It's going to take alot. He's certain that it's some barbaric practice that it long out of date. He's also positive that something is going to go wrong that we're going to want to be at the hospital. So where do I start with this guy? Anyone know of some resources that I can use to convince him?
post #2 of 19
The way I see it is, you're the one doing all the work, so why should you have the birth he wants instead of the one you want?

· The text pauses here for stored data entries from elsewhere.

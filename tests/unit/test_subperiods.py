"""Subperiods by hand, and that the parts of a cut cover every month once."""

from __future__ import annotations

from typing import Any

import numpy as np
import pandas as pd
import pytest
from pandera.errors import SchemaError

from lineproof.frames import SUBPERIOD
from lineproof.problems import KnownProblem
from lineproof.subperiods import Subperiod, cut_subperiods, resolve_subperiods

FIRST, LAST = "1955-01", "1964-08"  # 116 months


def entry(
    first: str = "first",
    last: str = "last",
    *,
    split: int | None = None,
    every: int | None = None,
    title: str | None = None,
) -> dict[str, Any]:
    return {"first": first, "last": last, "split": split, "every": every, "title": title}


def resolve(**specs: dict[str, Any]) -> list[Subperiod]:
    return resolve_subperiods(specs, FIRST, LAST)


def dates(found: list[Subperiod]) -> list[tuple[str, str, str]]:
    return [(s.name, s.first, s.last) for s in found]


def months(subperiod: Subperiod) -> list[str]:
    return [str(m) for m in pd.period_range(subperiod.first, subperiod.last, freq="M")]


def test_the_whole_and_a_stretch_in_the_study_s_order() -> None:
    found = resolve(late=entry("1960-03", "1962-02"), full=entry())
    assert dates(found) == [("late", "1960-03", "1962-02"), ("full", FIRST, LAST)]
    assert [s.n_months for s in found] == [24, 116]


def test_stretches_are_clipped_to_the_data() -> None:
    found = resolve(early=entry("1900-01", "1955-06"), late=entry("1964-08", "2020-12"))
    assert dates(found) == [("early", "1955-01", "1955-06"), ("late", "1964-08", "1964-08")]
    assert [s.n_months for s in found] == [6, 1]


def test_the_first_parts_of_a_split_get_the_months_left_over() -> None:
    """116 months in five: 24, 23, 23, 23, 23."""
    assert dates(resolve(fifths=entry(split=5))) == [
        ("fifths-1", "1955-01", "1956-12"),
        ("fifths-2", "1957-01", "1958-11"),
        ("fifths-3", "1958-12", "1960-10"),
        ("fifths-4", "1960-11", "1962-09"),
        ("fifths-5", "1962-10", "1964-08"),
    ]


def test_every_so_many_years_with_a_short_last_part() -> None:
    assert dates(resolve(four=entry(every=4))) == [
        ("four-1955", "1955-01", "1958-12"),
        ("four-1959", "1959-01", "1962-12"),
        ("four-1963", "1963-01", "1964-08"),
    ]
    longer = resolve(whole=entry(every=50))
    assert dates(longer) == [("whole-1955", FIRST, LAST)]


def test_every_counts_from_the_first_month_of_the_stretch() -> None:
    found = resolve(two=entry("1960-07", "1963-12", every=2))
    assert dates(found) == [("two-1960", "1960-07", "1962-06"), ("two-1962", "1962-07", "1963-12")]


@pytest.mark.parametrize(
    ("spec", "title"),
    [
        (entry("1956-01", "1959-12"), "1956–1959"),
        (entry("1956-01", "1956-12"), "1956"),
        (entry("1956-02", "1956-12"), "Feb 1956 – Dec 1956"),
        (entry("1956-01", "1959-12", title="The quiet years"), "The quiet years, 1956–1959"),
    ],
)
def test_titles(spec: dict[str, Any], title: str) -> None:
    assert [s.title for s in resolve(some=spec)] == [title]


@pytest.mark.parametrize("n", [2, 3, 7, 50, 116])
def test_parts_of_a_split_cover_each_month_once(n: int) -> None:
    parts = resolve(parts=entry(split=n))
    covered = [month for part in parts for month in months(part)]
    assert covered == [str(m) for m in pd.period_range(FIRST, LAST, freq="M")]
    lengths = [part.n_months for part in parts]
    assert len(parts) == n
    assert max(lengths) - min(lengths) <= 1
    assert lengths == sorted(lengths, reverse=True)


@pytest.mark.parametrize("every", [1, 2, 3, 10])
def test_parts_of_every_cover_each_month_once(every: int) -> None:
    parts = resolve(parts=entry("1956-05", "1963-10", every=every))
    covered = [month for part in parts for month in months(part)]
    assert covered == [str(m) for m in pd.period_range("1956-05", "1963-10", freq="M")]
    assert {part.n_months for part in parts[:-1]} <= {12 * every}


def test_subperiods_may_overlap() -> None:
    found = resolve(a=entry("1956-01", "1960-12"), b=entry("1958-01", "1962-12"))
    assert [s.n_months for s in found] == [60, 60]


@pytest.mark.fault(33)
def test_every_misfit_is_told_at_once() -> None:
    with pytest.raises(KnownProblem) as told:
        resolve(
            before=entry("1940-01", "1954-12"),
            after=entry("1964-09", "last"),
            short=entry("1955-01", "1955-03", split=4),
            good=entry(),
        )
    message = str(told.value)
    assert "subperiods.before: 1940-01 to 1954-12 lies outside" in message
    assert "subperiods.after: 1964-09 to last lies outside" in message
    assert "subperiods.short: 1955-01 to 1955-03 is too short to split into 4" in message
    assert len(told.value.problems) == 3


@pytest.mark.fault(33)
def test_two_parts_of_one_name() -> None:
    with pytest.raises(KnownProblem, match=r"subperiods\.half-1: two subperiods get this name"):
        resolve(half=entry(split=2), **{"half-1": entry("1955-01", "1957-12")})


def returns_of(first: str, n: int, *, missing: tuple[int, ...] = ()) -> pd.DataFrame:
    date = pd.date_range(first, periods=n, freq="ME", unit="ms")
    frame = pd.DataFrame({"asset": "p01", "date": date, "excess_return": np.arange(n) / 1000})
    frame.loc[list(missing), "excess_return"] = np.nan
    return frame.assign(n_members=5.0, mean_size=2.0, ante_beta=1.0)


def market_of(first: str, n: int) -> pd.DataFrame:
    date = pd.date_range(first, periods=n, freq="ME", unit="ms")
    return pd.DataFrame({"date": date, "market_excess": 0.01, "riskless": np.arange(n) / 1e5})


def test_cuts_follow_the_main_test_assets_and_keep_the_others_months() -> None:
    sorts = {"main": returns_of("2000-01-31", 24), "other": returns_of("2000-07-31", 40)}
    specs = {"full": entry(), "late": entry("2001-07")}
    subperiods, cuts = cut_subperiods(sorts, market_of("1999-01-31", 100), main="main", specs=specs)
    assert dates(subperiods) == [("full", "2000-01", "2001-12"), ("late", "2001-07", "2001-12")]
    assert list(cuts) == ["full", "late"]
    for cut in cuts.values():
        SUBPERIOD.validate(cut)
    assert cuts["full"]["sort"].value_counts().to_dict() == {"main": 24, "other": 18}
    assert cuts["late"]["sort"].value_counts().to_dict() == {"main": 6, "other": 6}
    main = cuts["late"][cuts["late"]["sort"] == "main"]
    assert main["excess_return"].tolist() == [k / 1000 for k in range(18, 24)]
    assert main["riskless"].tolist() == [k / 1e5 for k in range(30, 36)]  # the same months


def test_months_without_any_return_at_the_ends_do_not_count() -> None:
    main = returns_of("2000-01-31", 24, missing=(0, 1, 23))
    subperiods, _ = cut_subperiods(
        {"main": main}, market_of("2000-01-31", 24), main="main", specs={"full": entry()}
    )
    assert dates(subperiods) == [("full", "2000-03", "2001-11")]


def test_the_parts_of_a_split_conserve_every_row() -> None:
    main = returns_of("2000-01-31", 31)
    _, cuts = cut_subperiods(
        {"main": main}, market_of("2000-01-31", 31), main="main", specs={"cut": entry(split=4)}
    )
    again = pd.concat(cuts.values(), ignore_index=True)
    pd.testing.assert_frame_equal(again[list(main)], main, check_exact=True)


def test_the_contract_refuses_a_month_without_a_market() -> None:
    """Intake sets such returns aside; one that came through would be an error of ours."""
    _, cuts = cut_subperiods(
        {"main": returns_of("2000-01-31", 12)},
        market_of("2000-01-31", 6),
        main="main",
        specs={"full": entry()},
    )
    with pytest.raises(SchemaError, match="market_excess"):
        SUBPERIOD.validate(cuts["full"])


def test_a_subperiod_in_a_hole_of_all_test_assets() -> None:
    main = returns_of("2000-01-31", 36).drop(index=range(10, 20))
    with pytest.raises(KnownProblem, match=r"subperiods\.gap: no test asset has a return in it"):
        cut_subperiods(
            {"main": main},
            market_of("2000-01-31", 36),
            main="main",
            specs={"full": entry(), "gap": entry("2000-12", "2001-03")},
        )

If simply telling him this is what you want and it's important to you doesn't work, I would get a bunch of midwifery and natural birth books and read him quote after quote after statistic until his eyes glaze over.
post #3 of 19
i would find a midwife that you like and trust and bring him along to an appointment. sometimes they just need to see a midwife in person to realize that it really is not a wacko thing to have a homebirth
post #4 of 19
Check out the library for books on birth. I know there are some really good "natural" birth books, but I can not think of the names. If he is not into reading them, you read them and talk through them as you go (but in a "WOW! Listen to this!" way not in a "You need to know this" way). That is what got my DH so into HB. By the time I was done, he had been educated without him ever even knowing it!
post #5 of 19
Don't forget to keep mentioning all the "bad" stastics about hospital birth. It will plant a seed in his mind that hosptials may not be such a great place after all, and he will be more open to other suggestions. Anyway, it shouldn't hurt.
post #6 of 19
Show him how much work midwives have to do to get certified. Here's one school, there are subpages showing how many hours of coursework they must do and how many births they must attend in an apprenticeship. I explain to people that it's as much work as med school, just a different model, and that helps them understand that midwives aren't just random people who wander into your house and catch the baby:

http://www.birthingway.org/

ETA: why wait for your homebirth? I just had my first at home and honestly I think first-timers have even MORE reason to go with midwives at home than anyone else. We tend to take longer, for one thing, and it's better to be at home in a relaxing environment with attendants who aren't watching the clock. I almost certainly would have had an induction, section, or both in a hospital simply because I was at it for a long time. All 9 lbs 4 oz of my daughter was born at home after a very long second stage by hospital standards, and I know a number of homebirthers who were at it substantially longer than I was.
post #7 of 19
Tell BF that if he gets pregnant, he can choose what is most comfortable to him, be that HB or hospital. And you will respect his wishes, because you know it will be important to him.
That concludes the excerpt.